I never would have made it through the storm if it were not for my parents, two of the hardest working people I know. My mother, born and raised of Tappahannock, Virginia, started off as a nurse’s aide and worked her way up to the director of her floor. When the nursing home she had worked at since I was born closed down, she took a job at a jail as a nurse. My father, he was state police officer who drove over an hour to and from work for over 20 years to provide for his family. He is also a Baptist minister, a pillar in the community who earned his doctorate in theology. My aunt use to say that he kept a gun in one hand and a bible in the other. The black church was the cornerstone of my resilience and optimism.
My parents instilled morals, ethics and values in me and my sister at very young age. I remember how frustrated they were when teachers would send notes home or call saying that I was acting up in class. I remember one day I had acted up so bad that my teacher called home before I got off the bus. My dad called me into my parents’ bedroom, we held hands and prayed. I thought I had got off easy until he pulled off his belt off and commenced to spanking my behind. I understand now that it came from a place of love and good intentions. He didn’t graduate from high school and he wanted me too. He grew up in the era of Jim Crow, an era where African Americans weren’t afforded the same opportunities or protections as whites. He and my mother knew my potential and it pained them to see me not applying it.

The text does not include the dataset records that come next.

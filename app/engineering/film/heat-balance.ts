import { densityAt, usualDensity15 } from "../oil/density";
import { risingRoot } from "./false-position";
import { type Feed, pressureFlow } from "./feed";
import type { FilmCurves } from "./film-table";
import { type RunningBearing, type WorkingPoint, workingPoint } from "./working-point";

/** Specific heat of oil, J/(kg K): 0.42 Btu/(lb °F) of Shigley's Mechanical Engineering Design. Hot oil holds up to a fifth more. */
export const specificHeat = 1760;

/** Density of oil in a bearing whose temperature is not known, kg/m³: 0.0311 lb/in³, of the same source. */
export const workingDensity = 861;

/** Oil no hotter than this is looked for, °C. */
export const hottest = 200;

/** How a bearing gets its oil. */
export interface Supply {
  feed?: Feed | undefined;
  /** Above the surroundings, Pa. */
  supplyPressure?: number | undefined;
}

/** A film with what its oil carries away. */
export interface HeatedPoint extends WorkingPoint {
  viscosity: number;
  /** Driven through by the supply pressure, m³/s. */
  pressureFlow: number;
  /** From supply to the hottest oil that leaves, K. */
  temperatureRise: number;
}

/**
 * A film at one viscosity and the rise of its oil. All of the friction goes into the oil, which leaves
 * - without a feed: as inflow less half the side flow, the sides leaving half-way warm (A. Raimondi & J. Boyd,
 *   ASLE Trans. 1 (1958), as in Shigley's Mechanical Engineering Design, eq. 12-15; from memory);
 * - with a hole: as side flow and pressure flow together (ISO 7902-1; from memory);
 * - with a groove: as pressure flow alone (Shigley, pressure-fed bearings), which errs to the hot side.
 */
export function heatedPoint(
  bearing: RunningBearing,
  viscosity: number,
  curves: FilmCurves,
  { feed, supplyPressure }: Supply,
  density: number,
): HeatedPoint {
  const point = workingPoint(bearing, viscosity, curves);
  const pressed =
    feed && supplyPressure
      ? pressureFlow(feed, supplyPressure, bearing, viscosity, point.eccentricityRatio)
      : 0;
  const carrying = {
    none: point.inflow - point.sideFlow / 2,
    hole: point.sideFlow + pressed,
    groove: pressed,
  }[feed?.kind ?? "none"];
  return {
    ...point,
    viscosity,
    pressureFlow: pressed,
    temperatureRise: point.frictionPower / (density * specificHeat * carrying),
  };
}

/** A film whose oil and viscosity are at one temperature, °C. */
export interface BalancedPoint extends HeatedPoint {
  effectiveTemperatureC: number;
  converged: boolean;
}

/**
 * The film whose viscosity is that of oil half-way between supply and its rise: T = Tₛ + ΔT/2 (source as above).
 * Hotter oil is thinner and heats less, so there is one answer; none is found beyond 200 °C, then the film there is
 * given and `converged` is false.
 */
export function balancedPoint(
  viscosityAt: (temperatureC: number) => number,
  density15: number | undefined,
  supplyTemperatureC: number,
  pointAt: (viscosity: number, density: number) => HeatedPoint,
): BalancedPoint {
  const at = (temperatureC: number) =>
    pointAt(viscosityAt(temperatureC), densityAt(density15 ?? usualDensity15, temperatureC));
  const excess = (temperatureC: number) =>
    temperatureC - supplyTemperatureC - at(temperatureC).temperatureRise / 2;
  const { place, converged } = risingRoot(excess, {
    low: supplyTemperatureC,
    high: Math.min(hottest, supplyTemperatureC + at(supplyTemperatureC).temperatureRise / 2),
    tolerance: 1e-7,
  });
  return { ...at(place), effectiveTemperatureC: place, converged };
}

I never would have made it without Mrs. Tobey. A few months ago I prepared a presentation for a Richmond Association of Black Social Workers educational symposium. I went back and looked through some old IEP’s and report cards dating back to 5th grade. I only found a few favorable comments on my report card and one of them was from Mrs. Tobey. Mrs. Tobey was my special education teacher in sixth and seventh grade. Her comment read “The student is trying very hard. Encourage your child to write down study and written homework assignments in a small tablet.” It was the only comment that alluded to how hard I was working. The other comments read “The student is not working up to potential” and “The student does not seem to have a serious attitude about school”, it made think what was different about Mrs. Tobey’s class? Then I remembered the way she made me feel. Even though it was a special education class I never felt “slow” or stigmatized. In her classroom I felt like my life mattered, I felt like she was truly invested in me.
Every champion needs a champion and I had three. I had three people who believed in me at a time when I didn’t believe in myself. I had three people who stayed the course because they knew what I was capable of and wanted to help see me through.